There is at least a certain honesty in this. The play, far more than most anti-Israel propaganda, at least acknowledges (both implicitly and explicitly) the centrality of Jews, Jewish history and Jewish emotions to everything concerning Israel. Nevertheless, the antisemitic resonance of the play (primarily the extent and meaning of its concentration upon the blood of the children who are the Jews’ victims) has seen it become a celebrated fault-line in the superheated arguments regarding what is and is not antisemitic in regard to Israel.

The fault-line has been spewing once more this week, in the Guardian letters page with Caryl Churchill taking exception to Jonathan Freedland’s citation (in the Guardian) of Anthony Julius’s deconstruction of the play. (Extracted from Julius’s brilliant analysis of British literary antisemitism, contained in his book, Trials of the Diaspora. Of course, the book itself has become another fault-line in the battle.)

Freedland’s excellent piece (analysed here on CST Blog) was published in the Guardian on 3 March. Churchill replied in the letters page the following day, saying (in part)

Jonathan Freedland (G2, March 3) denies that criticism of Israel is often wrongly called antisemitism. His point isn’t helped by quoting Anthony Julius’s allegation that my play Seven Jewish Children “tap[s] into the ‘blood libel’”. The line he is referring to is “tell her there’s dead babies, did she see babies?” It refers to babies killed in the attack on Gaza in 2009 and shown on TV. When people hear of babies killed in a war, they don’t usually think of medieval accusations of Jews consuming Christian children’s blood, but of babies killed in a war…

This prompted Julius to reply (in part)

…In this play, Jews confess to lying to their own children and killing Palestinian children. They also confess to something close to a project of genocide. And they freely acknowledge the source of their misanthropy to be Judaism itself.

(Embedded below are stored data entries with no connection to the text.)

package batch

import (
	"math"
	"shearbook/report/figure"
)

// region is where points lie.
type region struct {
	epsg int
	grid bool
	n    int
	figure.Extent
	columns [360]bool // degrees of longitude with a point in them
}

func (g *region) add(x, y float64) {
	if !g.grid {
		g.columns[min(max(int(math.Floor(x))+180, 0), 359)] = true
	}
	if g.n++; g.n == 1 {
		g.Extent = figure.Extent{West: x, East: x, South: y, North: y}
		return
	}
	g.West, g.East = min(g.West, x), max(g.East, x)
	g.South, g.North = min(g.South, y), max(g.North, y)
}

// extent is the region as a map shows it. Points on both sides of the
// antimeridian are shown across it, to the degree, where that is the smaller
// region.
func (g *region) extent() figure.Extent {
	e := g.Extent
	if g.grid || e.East-e.West <= 180 {
		return e
	}
	gap, begin := 0, 0 // the widest run of degrees without a point, and the one behind it
	for i, run := 0, 0; i < 720; i++ {
		if run++; g.columns[i%360] {
			run = 0
		}
		if run > gap && run < 360 {
			gap, begin = run, i+1
		}
	}
	if west := float64(begin%360 - 180); gap > 180 && west > e.West {
		return figure.Extent{West: west, South: e.South, East: float64((begin-gap+360)%360 - 180), North: e.North}
	}
	return e
}
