package batch

import (
	"encoding/binary"
	"math/bits"
)

// plainDecimal reads an ordinary decimal number of at most 15 digits and returns
// where it ends; where none begins it ends where it should begin. The result
// is that of strconv.ParseFloat: the digits and the power of ten are both exact
// in a float64, so that one division rounds once (Clinger 1990, How to read
// floating point numbers accurately, from memory).
//
// A number that ends within eight bytes, as nearly all do, is read in one go:
// the lengths of neighbouring cells differ, and a loop over their digits would
// spend most of its time on wrong guesses of its end.
func plainDecimal(text []byte, at int) (float64, int) {
	if len(text)-at < 8 {
		return longDecimal(text, at)
	}
	const each = 0x0101010101010101
	digits := binary.LittleEndian.Uint64(text[at:]) ^ '0'*each // the first character is the lowest byte
	others := ((digits&(0x7f*each) + 0x76*each) | digits) & (0x80 * each)
	end := bits.TrailingZeros64(others) // of the first character that is no digit, in bits and 7 more
	if end == 64 || end == 7 {
		return longDecimal(text, at)
	}
	if text[at+end>>3] != '.' {
		return eightDigits(digits << ((71 - end) & 63)), at + end>>3
	}
	point := end
	if end = bits.TrailingZeros64(others & (others - 1)); end == 64 {
		return longDecimal(text, at)
	}
	whole := uint64(1)<<((point-7)&63) - 1
	digits = digits&whole | digits>>8&^whole // without the point
	return eightDigits(digits<<((79-end)&63)) / powers[(end-point)>>3-1], at + end>>3
}

// eightDigits is the number whose digits are the bytes of a word, the first one
// the lowest.
func eightDigits(digits uint64) float64 {
	digits = digits * (10<<8 + 1) >> 8 & 0x00ff00ff00ff00ff
	digits = digits * (100<<16 + 1) >> 16 & 0x0000ffff0000ffff
	return float64(int64(digits * (10000<<32 + 1) >> 32))
}

// longDecimal is plainDecimal, digit by digit.
func longDecimal(text []byte, at int) (float64, int) {
	digits, n := uint64(0), 0
	rest := text[at:]
	for n < len(rest) && rest[n]-'0' <= 9 {
		digits = 10*digits + uint64(rest[n]-'0')
		n++
	}
	point := n
	if n > 0 && n < len(rest) && rest[n] == '.' {
		for n++; n < len(rest) && rest[n]-'0' <= 9; n++ {
			digits = 10*digits + uint64(rest[n]-'0')
		}
	}
	switch places := n - point - 1; {
	case point == 0 || n > 16 || point > 15:
		return 0, at
	case places > 0:
		return float64(digits) / powers[places], at + n
	}
	return float64(digits), at + n
}

// powers are the powers of ten that a float64 holds exactly.
var powers = [...]float64{1e0, 1e1, 1e2, 1e3, 1e4, 1e5, 1e6, 1e7, 1e8, 1e9, 1e10, 1e11, 1e12, 1e13, 1e14, 1e15, 1e16}
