package batch

import (
	"bytes"
	"os"
	"path/filepath"
	"slices"
	"strings"
	"testing"

	"github.com/google/go-cmp/cmp"

	"shearbook/profile/spreadsheet"
)

// book is a workbook; each sheet is its name and rows of cells with commas
// between. A cell that begins with a digit is a number.
func book(t *testing.T, sheets ...[]string) string {
	t.Helper()
	var b bytes.Buffer
	w := spreadsheet.NewWriter(&b)
	for _, rows := range sheets {
		if err := w.Sheet(rows[0], make([]spreadsheet.Column, 0)); err != nil {
			t.Fatal(err)
		}
		for _, row := range rows[1:] {
			var cells []spreadsheet.Cell
			for text := range strings.SplitSeq(row, ",") {
				cells = append(cells, spreadsheet.Text(text))
			}
			if err := w.Row(cells...); err != nil {
				t.Fatal(err)
			}
		}
	}
	if err := w.Close(); err != nil {
		t.Fatal(err)
	}
	return b.String()
}

const agsFile = `"GROUP","LOCA"
"HEADING","LOCA_ID"
"UNIT",""
"TYPE","ID"
"DATA","A"
"DATA","B"
"DATA","C"

"GROUP","ISTA"
"HEADING","LOCA_ID","ISTG_TESN","ISTA_TOP","ISTA_BASE","ISTA_WVTY","ISTA_WVL"
"UNIT","","","m","m","","m/s"
"TYPE","ID","X","2DP","2DP","PA","0DP"
"DATA","A","1","0.00","8.00","S","180"
"DATA","A","1","8.00","40.00","S","420"
"DATA","B","1","0.00","5.00","S","BAD"
"DATA","B","1","5.00","40.00","S","400"
"DATA","C","1","0.00","3.00","S","220"
"DATA","C","1","3.00","60.00","S","510"
`

const jsonFile = `{"shearbook profiles": 1, "profiles": [
{"name": "A", "layers": [{"top_m": 0, "bottom_m": 8, "vs_mps": 180}, {"top_m": 8, "bottom_m": 40, "vs_mps": 420}]},
{"name": "B", "layers": [{"top_m": 0, "bottom_m": 5, "vs_mps": BAD}, {"top_m": 5, "bottom_m": 40, "vs_mps": 400}]},
{"name": "C", "layers": [{"top_m": 0, "bottom_m": 3, "vs_mps": 220}, {"top_m": 3, "bottom_m": 60, "vs_mps": 510}]}]}
`

const xmlFile = `<?xml version="1.0" encoding="UTF-8"?>
<q:quakeml xmlns:q="http://quakeml.org/xmlns/quakeml/1.3"><siteCharacterizationParameters schemaVersion="1.3">
<velocityProfile publicID="x/A"><velocityProfileData><velocityS><value>180</value></velocityS><layerThickness><layerTopDepth><value>0</value></layerTopDepth><layerBottomDepth><value>40</value></layerBottomDepth></layerThickness></velocityProfileData></velocityProfile>
<velocityProfile publicID="x/B"><velocityProfileData><velocityS><value>BAD</value></velocityS><layerThickness><layerTopDepth><value>0</value></layerTopDepth><layerBottomDepth><value>40</value></layerBottomDepth></layerThickness></velocityProfileData></velocityProfile>
<velocityProfile publicID="x/C"><velocityProfileData><velocityS><value>510</value></velocityS><layerThickness><layerTopDepth><value>0</value></layerTopDepth><layerBottomDepth><value>60</value></layerBottomDepth></layerThickness></velocityProfileData></velocityProfile>
</siteCharacterizationParameters></q:quakeml>
`

// One bad profile among three: the other two have the rows and the notes that
// they have beside a good one, and the bad one has a row that says what is wrong
// and faults at their places.
func TestBadProfileLeavesOthersAlone(t *testing.T) {
	const head = "top_m,bottom_m,vs_mps"
	stacked := func(bad string) string {
		return book(t, []string{"Line", "A", head, "0,8,180", "8,40,420", "", "B", head, "0,5," + bad, "5,40,400", "", "C", head, "0,3,220", "3,60,510"})
	}
	sheets := func(bad string) string {
		return book(t, []string{"A", head, "0,8,180", "8,40,420"}, []string{"B", head, "0,5," + bad, "5,40,400"}, []string{"C", head, "0,3,220", "3,60,510"})
	}
	column := func(bad string) string {
		return book(t, []string{"all", "method: MASW", "[B] operator: Firm", "profile," + head + ",colour", "A,0,8,180,x", "A,8,40,420,x", "B,0,5," + bad + ",x", "B,5,40,400,x", "C,0,3,220,x", "C,3,60,510,x"})
	}
	text := func(file string) func(string) string {
		return func(bad string) string { return strings.Replace(file, "BAD", bad, 1) }
	}
	for _, c := range []struct {
		name, bad, good string
		file            func(bad string) string
		fault           string // in faults.csv, behind the name of the file
	}{
		{"sheets.xlsx", "fast", "210", sheets, `,3,3,B!C3,B,,,"Vs ""fast"" is not a number"`},
		{"stacked.xlsx", "fast", "210", stacked, `,9,3,Line!C9,B,,,"Vs ""fast"" is not a number"`},
		{"column.xlsx", "fast", "210", column, `,7,4,all!D7,B,,,"Vs ""fast"" is not a number"`},
		{"some.json", "-1", "210", text(jsonFile), `,3,64,,B,,,Vs -1 m/s of layer 1 is not positive`},
		{"site.xml", "fast", "210", text(xmlFile), `,4,72,,B,,,"velocityS ""fast"" is not a number"`},
		{"holes.ags", "fast", "210", text(agsFile), `,15,34,,B,,,"ISTA_WVL ""fast"" is not a number"`},
		{"order.ags", `400"` + "\n" + `"DATA","B","1","1.00","4.00","S","200`, `400"` + "\n" + `"DATA","B","1","50.00","60.00","S","200`, text(agsFile), `,16,`},
	} {
		t.Run(c.name, func(t *testing.T) {
			with, faultsWith := rowsOfFile(t, c.name, c.file(c.bad))
			without, faultsWithout := rowsOfFile(t, c.name, c.file(c.good))
			if len(with) != 3 || len(without) != 3 {
				t.Fatalf("%d and %d rows: %+v\n%s", len(with), len(without), with, faultsWith)
			}
			b := with[1]
			if b.Profile != "B" || b.Class != "" || b.Problem == "" || b.Flags&Failed == 0 || b.Faults == 0 || b.Line == 0 {
				t.Errorf("the bad one: %+v", b)
			}
			if !strings.Contains(faultsWith, "fault,"+c.name+c.fault) {
				t.Errorf("no fault %s in\n%s", c.fault, faultsWith)
			}
			for i, name := range []string{"A", "", "C"} {
				if name == "" {
					continue
				}
				if diff := cmp.Diff(without[i], with[i]); diff != "" || with[i].Profile != name || with[i].Class == "" {
					t.Errorf("row %s: %s", name, diff)
				}
				if diff := cmp.Diff(linesOf(faultsWithout, name), linesOf(faultsWith, name)); diff != "" {
					t.Errorf("notes on %s: %s", name, diff)
				}
			}
		})
	}
}

// rowsOfFile classifies a file and returns its rows and its faults.csv.
func rowsOfFile(t *testing.T, name, text string) ([]Row, string) {
	t.Helper()
	t.Chdir(t.TempDir())
	if err := os.WriteFile(name, []byte(text), 0o666); err != nil {
		t.Fatal(err)
	}
	_, files := runJob(t, Job{Inputs: []string{name}, Codes: mustCode(t, "ec8-2004"), Out: filepath.Join(t.TempDir(), "out")})
	return rowsOf(t, files), files[FaultsIn]
}

// linesOf are the lines about a profile.
func linesOf(faults, name string) []string {
	return slices.DeleteFunc(strings.Split(faults, "\n"), func(line string) bool { return !strings.Contains(line, ","+name+",") })
}

// What is wrong outside the profiles is the file's.
func TestFaultOfTheFile(t *testing.T) {
	for name, text := range map[string]string{
		"cut.json":  jsonFile[:300],
		"cut.xml":   xmlFile[:900],
		"unit.ags":  strings.Replace(agsFile, `"m/s"`, `"kN"`, 1),
		"none.json": `{"shearbook profiles": 1, "profiles": []}`,
	} {
		rows, _ := rowsOfFile(t, name, strings.Replace(text, "BAD", "200", 1))
		if len(rows) != 1 || rows[0].Profile != "" || rows[0].Problem == "" {
			t.Errorf("%s: %+v", name, rows)
		}
	}
}
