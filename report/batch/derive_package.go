package batch

import (
	"encoding/json"
	"io"

	"shearbook/report"
)

// dataPackage is datapackage.json: a Data Package of the Frictionless
// specifications, version 1 (data-package, tabular-data-resource and
// table-schema, 2017), which says of every column of the tables what it is,
// of what type and in what unit. The unit of a field, and the confirmation,
// are members of our own, which the specification allows.
type dataPackage struct {
	Profile      string         `json:"profile"`
	Name         string         `json:"name"`
	Title        string         `json:"title"`
	Confirmation string         `json:"confirmation"` // report.Caution
	Resources    []dataResource `json:"resources"`
}

type dataResource struct {
	Profile     string       `json:"profile"`
	Name        string       `json:"name"`
	Path        string       `json:"path"`
	Title       string       `json:"title"`
	Description string       `json:"description,omitempty"`
	Format      string       `json:"format"`
	MediaType   string       `json:"mediatype"`
	Encoding    string       `json:"encoding,omitempty"`
	Schema      *tableSchema `json:"schema,omitempty"`
}

type tableSchema struct {
	Fields        []schemaField `json:"fields"`
	MissingValues []string      `json:"missingValues"`
}

type schemaField struct {
	Name        string `json:"name"`
	Type        string `json:"type"`
	Unit        string `json:"unit,omitempty"`
	Description string `json:"description"`
}

// writePackage writes the datapackage.json of a folder that holds what opt
// asks for.
func writePackage(w io.Writer, opt *DeriveOptions) error {
	p := dataPackage{Profile: "data-package", Name: "batch", Title: opt.title(), Confirmation: report.Caution,
		Resources: []dataResource{
			csvResource("summary", Summary, "One row a profile and code, in the order of the input",
				"Texts stand as the input has them. A spreadsheet program may take one that begins with = + - or @ for a formula: import such columns as text, or take the workbook, whose texts are typed.", Columns),
			csvResource("faults", FaultsIn, "Every fault, and every note where notes were asked for", "", FaultColumns),
			csvResource("sources", Sources, "Every file that was read", "", SourceColumns),
		}}
	for _, r := range []struct {
		wanted                         bool
		name, path, title, media, kind string
	}{
		{opt.GeoJSON, "map", MapLayer, "The rows of summary.csv as a map layer", "application/geo+json", "geojson"},
		{opt.JSON, "lines", JSONLines, "The rows of summary.csv as JSON, one object a line", "application/x-ndjson", "jsonl"},
		{opt.XLSX, "workbook", Workbook, "The rows of summary.csv as a workbook", "application/vnd.openxmlformats-officedocument.spreadsheetml.sheet", "xlsx"},
	} {
		if r.wanted {
			p.Resources = append(p.Resources, dataResource{Profile: "data-resource", Name: r.name, Path: r.path, Title: r.title, Format: r.kind, MediaType: r.media})
		}
	}
	e := json.NewEncoder(w)
	e.SetEscapeHTML(false)
	e.SetIndent("", "  ")
	return e.Encode(p)
}

func csvResource(name, path, title, description string, columns []Column) dataResource {
	r := dataResource{Profile: "tabular-data-resource", Name: name, Path: path, Title: title, Description: description,
		Format: "csv", MediaType: "text/csv", Encoding: "utf-8", Schema: &tableSchema{MissingValues: []string{""}}}
	for _, c := range columns {
		r.Schema.Fields = append(r.Schema.Fields, schemaField{c.Name, c.Type, c.Unit, c.What})
	}
	return r
}
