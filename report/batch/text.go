package batch

import (
	"math"
	"strconv"
	"strings"

	"shearbook/profile"
)

// appendRow adds a row of summary.csv. It does not allocate.
func appendRow(b []byte, r *Row) []byte {
	return appendRest(append(appendCell(b, r.File), ','), r)
}

// appendRest adds what stands in a row behind the file.
func appendRest(b []byte, r *Row) []byte {
	b = append(appendWhole(b, r.Line), ',')
	b = append(appendCell(b, r.Profile), ',')
	b = append(appendCell(b, r.Code), ',')
	b = append(appendCell(b, r.Class), ',')
	b = append(appendCell(b, r.Route), ',')
	b = append(appendKnown(b, r.Velocity, 1), ',')
	b = append(appendKnown(b, r.Depth, 2), ',')
	b = append(appendKnown(b, r.Vs30, 1), ',')
	if r.DepthReached > 0 || r.Class != "" {
		b = appendRounded(b, r.DepthReached, 2)
	}
	b = append(b, ',')
	if r.Class != "" {
		b = appendRounded(b, r.Datum, 2)
	}
	b = append(b, ',')
	b = append(appendCell(b, r.Basis), ',')
	b = append(appendCell(b, r.Standing), ',')
	b = append(appendCell(b, r.ToClass), ',')
	if r.ToClass != "" {
		b = appendRounded(b, r.Margin, 1)
	}
	b = append(b, ',')
	b = append(r.Flags.append(b), ',')
	b = append(appendDigits(b, uint64(r.Notes)), ',')
	b = append(appendDigits(b, uint64(r.Faults)), ',')
	p := &r.Position
	if *p == (profile.Position{}) && r.Problem == "" && r.Report == "" { // as nearly all
		return append(b, ",,,,,,\n"...)
	}
	b = append(appendPosition(b, p), ',')
	b = append(appendCell(b, r.Problem), ',')
	return append(appendCell(b, r.Report), '\n')
}

// appendPosition adds the cells of a position.
func appendPosition(b []byte, p *profile.Position) []byte {
	for _, x := range [...]profile.Optional{p.Latitude, p.Longitude, p.Easting, p.Northing} {
		if x.Known {
			b = strconv.AppendFloat(b, x.Value, 'f', -1, 64)
		}
		b = append(b, ',')
	}
	return appendWhole(b, p.EPSG)
}

// appendFault adds a row of faults.csv.
func appendFault(b []byte, f *Fault) []byte {
	b = append(appendCell(b, f.Severity), ',')
	b = append(appendCell(b, f.Place.File), ',')
	b = append(appendWhole(b, f.Place.Line), ',')
	b = append(appendWhole(b, f.Place.Column), ',')
	b = append(appendCell(b, f.Place.Cell), ',')
	b = append(appendCell(b, f.Profile), ',')
	b = append(appendCell(b, f.Code), ',')
	b = append(appendCell(b, f.ID), ',')
	b = append(appendCell(b, f.Text), ',')
	return append(appendCell(b, f.Hint), '\n')
}

// header is the first line of a table.
func header(columns []Column) []byte {
	var b []byte
	for i := range columns {
		if i > 0 {
			b = append(b, ',')
		}
		b = append(b, columns[i].Name...)
	}
	return append(b, '\n')
}

// append adds the words of the flags.
func (f Flags) append(b []byte) []byte {
	first := true
	for i, word := range FlagWords {
		if f&(1<<i) == 0 {
			continue
		}
		if !first {
			b = append(b, ' ')
		}
		b, first = append(b, word...), false
	}
	return b
}

// appendCell adds a cell, quoted where it has to be (RFC 4180).
func appendCell[T string | []byte](b []byte, text T) []byte {
	if !quoted(text) {
		return append(b, text...)
	}
	b = append(b, '"')
	for i := range len(text) {
		if text[i] == '"' {
			b = append(b, '"')
		}
		b = append(b, text[i])
	}
	return append(b, '"')
}

func quoted[T string | []byte](text T) bool {
	for i := range len(text) {
		if special[text[i]] {
			return true
		}
	}
	return len(text) > 0 && (text[0] == ' ' || text[len(text)-1] == ' ')
}

// special are the characters that a cell must be quoted for.
var special = [256]bool{',': true, '"': true, '\n': true, '\r': true}

// appendWhole adds a number that counts from 1, nothing for 0.
func appendWhole(b []byte, n int) []byte {
	if n == 0 {
		return b
	}
	return appendDigits(b, uint64(n))
}

// appendDigits adds a whole number. What package strconv does takes twice as long
// for numbers of a few digits, of which a table has some ten in each row.
func appendDigits(b []byte, n uint64) []byte {
	switch {
	case n >= 1e8:
		return strconv.AppendUint(b, n, 10)
	case n >= 1e4:
		return appendFourDigits(appendDigits(b, n/1e4), uint32(n%1e4))
	}
	switch k := uint32(n); {
	case k >= 1000:
		return appendFourDigits(b, k)
	case k >= 100:
		return append(b, byte('0'+k/100), byte('0'+k/10%10), byte('0'+k%10))
	case k >= 10:
		return append(b, byte('0'+k/10), byte('0'+k%10))
	default:
		return append(b, byte('0'+k))
	}
}

func appendFourDigits(b []byte, k uint32) []byte {
	return append(b, byte('0'+k/1000), byte('0'+k/100%10), byte('0'+k/10%10), byte('0'+k%10))
}

// appendKnown adds a number that is not 0, nothing for 0.
func appendKnown(b []byte, x float64, decimals int) []byte {
	if x == 0 {
		return b
	}
	return appendRounded(b, x, decimals)
}

// appendRounded adds a number rounded to at most so many decimals, without
// zeros at its end: what strconv.FormatFloat(x, 'f', decimals, 64) gives, only
// faster where the digits are beyond doubt.
func appendRounded(b []byte, x float64, decimals int) []byte {
	scaled := math.Abs(x)*[...]float64{1, 10, 100}[decimals] + 0.5
	if !(scaled < 1e9) {
		return appendTrimmed(b, strconv.FormatFloat(x, 'f', decimals, 64))
	}
	n := uint32(scaled)
	if part := scaled - float64(n); part < 1e-4 || part > 1-1e-4 {
		return appendTrimmed(b, strconv.FormatFloat(x, 'f', decimals, 64))
	}
	if n == 0 {
		return append(b, '0')
	}
	if x < 0 {
		b = append(b, '-')
	}
	switch decimals {
	case 2:
		b, n = appendDigits(b, uint64(n/100)), n%100
		switch {
		case n == 0:
			return b
		case n%10 != 0:
			return append(b, '.', byte('0'+n/10), byte('0'+n%10))
		}
		return append(b, '.', byte('0'+n/10))
	case 1:
		b, n = appendDigits(b, uint64(n/10)), n%10
		if n == 0 {
			return b
		}
		return append(b, '.', byte('0'+n))
	}
	return appendDigits(b, uint64(n))
}

func appendTrimmed(b []byte, text string) []byte {
	if strings.Contains(text, ".") {
		text = strings.TrimRight(strings.TrimRight(text, "0"), ".")
	}
	if text == "-0" {
		text = "0"
	}
	return append(b, text...)
}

None of this seems to bother Churchill – nor, indeed, the Guardian. As she correctly notes, the play is available on your website.

Next, Churchill replied to Julius

…What he doesn’t seem to realise is that these lines are not spoken as he suggests by “Jews” in general but by individual Israelis, desperate to protect their own child, during an attack of disproportionate violence on Gaza…It should be possible to pillory the defensive self-righteousness and racism of some – not all – Israelis without being called antisemitic.

For now (at any rate) the Guardian Letters page appears to have called time on its hosting of this particular debate. The arguments will, of course, continue, but there are two things that need saying right now.

Firstly, Normblog has this to say on Churchill’s “individual Israelis” argument

Her play wasn’t anti-Semitic because it featured individuals, rather than Jews as a category…

…And this is a playwright, with some knowledge of cultural matters! One is bound to wonder why anyone ever had a worry about Shylock in The Merchant of Venice…

Secondly, there is the point that my colleague Dave Rich and I made in our Comment is Free article, at the time of the Guardian’s own production of Seven Jewish Children

It is Jewish thought and behaviour that links the play together, not Israel. The words Israel, Israelis, Zionism and Zionist are not mentioned once in the play, while Jews are mentioned in the title and in the text itself. We are often told that when people talk about Israel or Zionists, it is mischievous to accuse them of meaning Jews. Now, we are expected to imagine that a play that talks only of Jews, in fact, means Israelis.

The play is only eight minutes long. We wrote the above almost two years ago. One does not need to be an anti-racist theoretician, a leading playwright, nor a literary critic to get the absurdity of saying

When I say Israelis I don’t mean Jews; and when I say Jews I mean Israelis

Then again, isn’t that the same absurdity that lay, back in the day, behind the New Statesman and Tam Dalyell getting let off the anti-racist hook?